I can imagine that a woman who had some sort of sense of the marriage (even if it wasn't rock solid with problems) got pregnant (assuming it wasn't an "accident") carried around the child for 9 months, gets hit with this kind of news will be re-evaluating the situation trying to make sense of it.

Even now you're beta male'ing your way out of the marriage. Stop prevaricating and put the woman out of her misery.

This is a death by a thousand cuts. Your man enough to bring a child into the world with a woman you don't want, whom you are now anchored to for life.

Smarten up and make concrete decisions and stop playing around. Either commit to the marriage or don't.


----------



## kevster99 (May 19, 2018)

Thank you for all the replies. Truly, I appreciate the help. To try and answer the questions as best I can:

We are 33 and 32

I am aware that I’ve not given a real reason other than ‘i feel I’d be happier’ and this is the bit I am truly struggling with he most. 

There are parts of me that feel like I am able to be less of myself when with her. I don’t feel this is something from the last 6 months alone, but longer running. 

My wife has some anger issues. Which we have discussed and tried working on in the past, and likewise, I have (unhelpfully, I realise) reached a point where I am modifying my behaviour so I am more withdrawn, rather than walking on eggshells (e.g if she does get angry with me, I just become passive or submissive). 

There are clearly communication problems we still have. I am, normally, much more open to talking about feelings and how I feel - whereas my wife does not. We have tried working on this in the last (without professional help, i should add). 

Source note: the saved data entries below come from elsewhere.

"""The interface read backwards: fluxes and the state at the interface are known, the bulks are sought."""
from __future__ import annotations

import numpy as np
from numpy.typing import ArrayLike, NDArray

from ..arguments import batch_shape, finite_array, mole_fractions, pair_matrix, positive_array
from ..errors import ConvergenceError, InputError, NoSolutionError
from ..film.blocks import coth_blocks, resistances, shoot
from ..properties.differences import liquid_heat_capacity, vapor_heat_capacity
from ..properties.protocol import Mask, PropertyModel
from ..properties.saturation import bubble_point, dew_point
from .energy import film_energy
from .equilibrium import normalized
from .records import Bulk
from .slopes import factor_and_slopes

Array = NDArray[np.float64]

MAX_STEPS = 60
TEMPERATURE_STEP = 20.0
"""K, largest change of a bulk temperature in one step."""


def bulks_from_interface(N: ArrayLike, properties: PropertyModel, P: ArrayLike, *, x_I: ArrayLike | None = None,
                         y_I: ArrayLike | None = None, T_I: ArrayLike | None = None, kappa_vapor: ArrayLike,
                         kappa_liquid: ArrayLike, heat_transfer_vapor: ArrayLike, heat_transfer_liquid: ArrayLike,
                         molar_density_vapor: ArrayLike, molar_density_liquid: ArrayLike,
                         vapor_temperature: ArrayLike | None = None,
                         energy_flux: ArrayLike | None = None) -> tuple[Bulk, Bulk]:
    """The bulk vapour and liquid that drive given fluxes through an interface of given composition.

    Both films are walked back from the interface: y = exp(-A_V(N)) y_I, x = exp(A_L(N)) x_I in ideal films, M(x_m) N =
    Gamma C(Z) (x_I - x) solved for x in a non-ideal one; then the bulk temperatures follow from the energy flux.

    Parameters
    ----------
    N : fluxes from vapour to liquid, mol/(m2 s), (..., n); zero for a component that cannot pass.
    properties : a `PropertyModel`. P : Pa, (...).
    x_I, y_I : interface mole fractions, (..., n). One of them is enough, the other follows from equilibrium. Of a
        non-condensing component y_I must be given, of a non-volatile one x_I; with both given, y_I counts only for
        the non-condensing components.
    T_I : K, (...). Equilibrium fixes it; a value given is checked to 1e-6.
    kappa_*, heat_transfer_*, molar_density_* : of the two films, as in `Bulk`.
    vapor_temperature : K, or energy_flux : W/m2, (...): one of them closes the energy balance.

    Returns
    -------
    The bulk vapour and the bulk liquid.

    Raises
    ------
    InputError : bad arguments. NoSolutionError : no bulk gives these fluxes (a fraction would be negative: more flux
    than the film can feed). ConvergenceError : a bulk composition or temperature was not found.
    """
    n = len(properties.names)
    condensable, volatile = np.asarray(properties.condensable, bool), np.asarray(properties.volatile, bool)
    flux, pressure = finite_array("N", N), positive_array("P", P)
    if flux.shape[-1:] != (n,):
        raise InputError(f"N: expected {n} components on the last axis, got shape {flux.shape}")
    wrong = (flux != 0) & ~(condensable & volatile)
    if wrong.any():
        where = tuple(int(i) for i in np.argwhere(wrong)[0])
        raise InputError(f"N{list(where)} = {flux[where]:.6g}: {properties.names[where[-1]]} cannot pass the interface")
    if (vapor_temperature is None) == (energy_flux is None):
        raise InputError("vapor_temperature, energy_flux: exactly one of them closes the energy balance")
    T, x_face, y_face = _interface_state(properties, pressure, x_I, y_I, T_I)
    c_V, c_L = positive_array("molar_density_vapor", molar_density_vapor), positive_array(
        "molar_density_liquid", molar_density_liquid)
    k_V, k_L = pair_matrix("kappa_vapor", kappa_vapor, n), pair_matrix("kappa_liquid", kappa_liquid, n)
    h_V = positive_array("heat_transfer_vapor", heat_transfer_vapor)
    h_L = positive_array("heat_transfer_liquid", heat_transfer_liquid)
    closing = np.asarray(0.0) if vapor_temperature is None else positive_array("vapor_temperature", vapor_temperature)
    given = None if energy_flux is None else finite_array("energy_flux", energy_flux)
    shape = batch_shape(N=flux.shape[:-1], P=pressure.shape, interface=T.shape, kappa_vapor=k_V.shape[:-2],
                        kappa_liquid=k_L.shape[:-2], molar_density_vapor=c_V.shape, molar_density_liquid=c_L.shape,
                        heat_transfer_vapor=h_V.shape, heat_transfer_liquid=h_L.shape,
                        vapor_temperature=closing.shape, energy_flux=() if given is None else given.shape)
    flux, T = np.broadcast_to(flux, (*shape, n)), np.broadcast_to(T, shape)
    x_face, y_face = np.broadcast_to(x_face, (*shape, n)), np.broadcast_to(y_face, (*shape, n))
    T_V, T_L = T, T
    if given is None:
        T_V = np.broadcast_to(closing, shape)
    else:
        given = np.broadcast_to(given, shape)
    # [Gamma] belongs to the mean temperature of a film, the bulk temperature to the composition: a few rounds
    for _ in range(MAX_STEPS):
        y = _walk(flux, resistances(k_V, c_V), y_face, -1, getattr(properties, "vapor_thermodynamic_factor", None),
                  0.5 * (T + T_V), pressure, volatile, properties, "vapor")
        x = _walk(flux, resistances(k_L, c_L), x_face, 1, properties.thermodynamic_factor, 0.5 * (T + T_L), pressure,
                  condensable, properties, "liquid")
        before_V, before_L = T_V, T_L
        if given is None:
            E = _energy(properties, flux, T, T_V, pressure, y, h_V, 1)[0]
        else:
            E, T_V = given, _bulk_temperature(properties, flux, T, pressure, y, h_V, given, 1)
        T_L = _bulk_temperature(properties, flux, T, pressure, x, h_L, E, -1)
        moved = np.maximum(np.abs(T_V - before_V), np.abs(T_L - before_L))
        if moved.max(initial=0.0) < 1e-10 * T.max(initial=1.0):
            break
    else:
        raise ConvergenceError("bulk states behind non-ideal films not found", best=(y, T_V, x, T_L), residual=moved)
    return Bulk(y, np.array(T_V), k_V, h_V, c_V), Bulk(x, T_L, k_L, h_L, c_L)


def _interface_state(properties: PropertyModel, P: Array, x_I: ArrayLike | None, y_I: ArrayLike | None,
                     T_I: ArrayLike | None) -> tuple[Array, Array, Array]:
    """T_I, x_I and y_I in equilibrium."""
    n = len(properties.names)
    condensable, volatile = np.asarray(properties.condensable, bool), np.asarray(properties.volatile, bool)
    guess = None if T_I is None else positive_array("T_I", T_I)
    if x_I is not None:
        x = mole_fractions("x_I", x_I, n)
        gases = None
        if y_I is not None:
            gases = np.where(condensable, 0.0, finite_array("y_I", y_I))
        T, y = bubble_point(properties, P, x, guess, y_noncondensing=gases)
    elif y_I is not None:
        if not volatile.all():
            raise InputError("x_I: needed, a component that is not volatile does not show in y_I")
        y = mole_fractions("y_I", y_I, n)
        T, x = dew_point(properties, P, y, guess)
    else:
        raise InputError("x_I, y_I: one of them is needed")
    if guess is not None:
        off = np.abs(T - guess) > 1e-6 * T
        if off.any():
            where = tuple(int(i) for i in np.argwhere(off)[0])
            given = np.broadcast_to(guess, T.shape)
            raise InputError(f"T_I{list(where) if where else ''} = {given[where]:.8g} K: the interface boils at "
                             f"{T[where]:.8g} K")
    return np.asarray(T), np.asarray(x), np.asarray(y)


def _walk(N: Array, K: Array, face: Array, sign: int, factor: object, T: Array, P: Array, mask: Mask,
          properties: PropertyModel, phase: str) -> Array:
    """Bulk composition behind a film, from its interface composition; sign = 1: liquid, -1: vapour."""
    with np.errstate(over="ignore", invalid="ignore"):
        bulk, _ = shoot(N, K, face, sign)
    if not np.isfinite(bulk).all():
        where = tuple(int(i) for i in np.argwhere(~np.isfinite(bulk).all(-1))[0])
        raise NoSolutionError(f"{phase}{list(where) if where else ''}: far more flux than the film can carry, no bulk "
                              "composition gives it", failed=np.asarray(~np.isfinite(bulk).all(-1)))
    if callable(factor) and not _ideal(factor, T, P, face, bulk):
        bulk = _walk_nonideal(N, K, face, bulk, sign, factor, T, P, mask, properties)
    bulk = np.where(mask, bulk, 0.0)
    negative = bulk < -1e-12
    if negative.any():
        where = tuple(int(i) for i in np.argwhere(negative)[0])
        raise NoSolutionError(f"{phase}{list(where)}: these fluxes need a bulk mole fraction of {bulk[where]:.4g} of "
                              f"{properties.names[where[-1]]}", failed=np.asarray(negative.any(-1)))
    return normalized(bulk)


def _ideal(factor: object, T: Array, P: Array, face: Array, bulk: Array) -> bool:
    if not callable(factor):
        return True
    gamma = np.asarray(factor(np.stack([T, T]), P, np.stack([normalized(face), normalized(bulk)])))
    return bool(np.array_equal(gamma, np.broadcast_to(np.eye(gamma.shape[-1]), gamma.shape)))


def _walk_nonideal(N: Array, K: Array, face: Array, bulk: Array, sign: int, factor: object, T: Array, P: Array,
                   mask: Mask, properties: PropertyModel) -> Array:
    """Newton on the bulk composition with [Gamma] at the mean of face and bulk."""
    if not callable(factor):
        return bulk
    limits = getattr(properties, "T_range", (1.0, 1e5))
    x = normalized(bulk)
    for _ in range(MAX_STEPS):
        mean = normalized(np.where(mask, 0.5 * (face + x), 0.0))
        gamma, slope, _ = factor_and_slopes(factor, T, P, mean, mask, limits)
        pair = (face, x) if sign > 0 else (x, face)
        film = coth_blocks(N, K, *pair, gamma, slope)
        step = -np.linalg.solve(film.dxd if sign > 0 else film.dx0, film.residual[..., None])[..., 0]
        step = np.concatenate((step, -step.sum(-1, keepdims=True)), axis=-1)
        step *= np.minimum(1.0, 0.3 / np.maximum(np.abs(step).max(-1, keepdims=True), 1e-300))
        x = x + step
        if np.abs(step).max(initial=0.0) < 1e-14:
            return x
    failed = np.asarray(~(np.abs(step).max(-1) <= 1e-10))     # not a number has failed
    if failed.any():
        raise ConvergenceError("bulk composition behind a non-ideal film not found", best=x, failed=failed)
    return x


def _energy(properties: PropertyModel, N: Array, T: Array, T_bulk: Array, P: Array, composition: Array, h: Array,
            side: int) -> tuple[Array, Array]:
    """Energy flux of one film and its derivative by the bulk temperature."""
    enthalpy, capacity = ((properties.vapor_enthalpy, vapor_heat_capacity) if side > 0 else
                          (properties.liquid_enthalpy, liquid_heat_capacity))
    energy = film_energy(N, T, T_bulk, h, np.asarray(enthalpy(T_bulk, P, composition)),
                         np.asarray(enthalpy(T, P, composition)), capacity(properties, T, P, composition), side,
                         slope_bulk=capacity(properties, T_bulk, P, composition))
    slope = np.zeros_like(energy.E) if energy.dbulk is None else energy.dbulk[..., -1]
    return energy.E, slope


def _bulk_temperature(properties: PropertyModel, N: Array, T: Array, P: Array, composition: Array, h: Array, E: Array,
                      side: int) -> Array:
    """The bulk temperature with which a film carries the energy flux E."""
    bulk = np.array(T)
    low, high = getattr(properties, "T_range", (1.0, 1e5))
    for _ in range(MAX_STEPS):
        value, slope = _energy(properties, N, T, bulk, P, composition, h, side)
        step = np.clip((E - value) / slope, -TEMPERATURE_STEP, TEMPERATURE_STEP)
        bulk = np.clip(bulk + step, low, high)
        if np.abs(step).max(initial=0.0) < 1e-11 * np.max(T, initial=1.0):
            return bulk
    failed = np.asarray(~(np.abs(step) <= 1e-8 * T))
    if failed.any():
        raise ConvergenceError(f"temperature of the bulk {'vapor' if side > 0 else 'liquid'} not found", best=bulk,
                               failed=failed)
    return bulk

There were some questions about if I am suffering from depression - which I do not feel qualified to answer. So will try and seek some help to answer that. I do work out and am at the moment currently loving my work etc. And so am not completely apathetic to life, but unsure if that has any meaning. 

I truly am not (or at least I feel not) trying to blame my wife for these things. I fully realise these are my things and am looking to get more understanding, at the very least

Thanks once again for the help and questions, i appreciate it


----------



## Bibi1031 (Sep 14, 2015)

*Re: Told my wife I don’t love her and want to seperate*

Yup, it sounds like depression has reared its ugly head in your life. Get meds for your lack of feelings and thinking that leaving a 6 month old will make you happier. That is messed up. You need professional help dude. Your poor wife. You should have her snd your child's back, but instead they have a miserable hollow shell of a man they cannot rely on. The fear and helplessness the mother of your child is going through should crush your heart, but you are too hollow to notice. Thst right there is not normal. 

Not feeling sensitive towards the pain and suffering of the woman you should, love, cherish, and be grateful she gave you a beautiful healthy child should scare you chitless and make you run to your doctor's office to get help. Instead, you have checked out and have dilusions that you eill be happier if you bailed. 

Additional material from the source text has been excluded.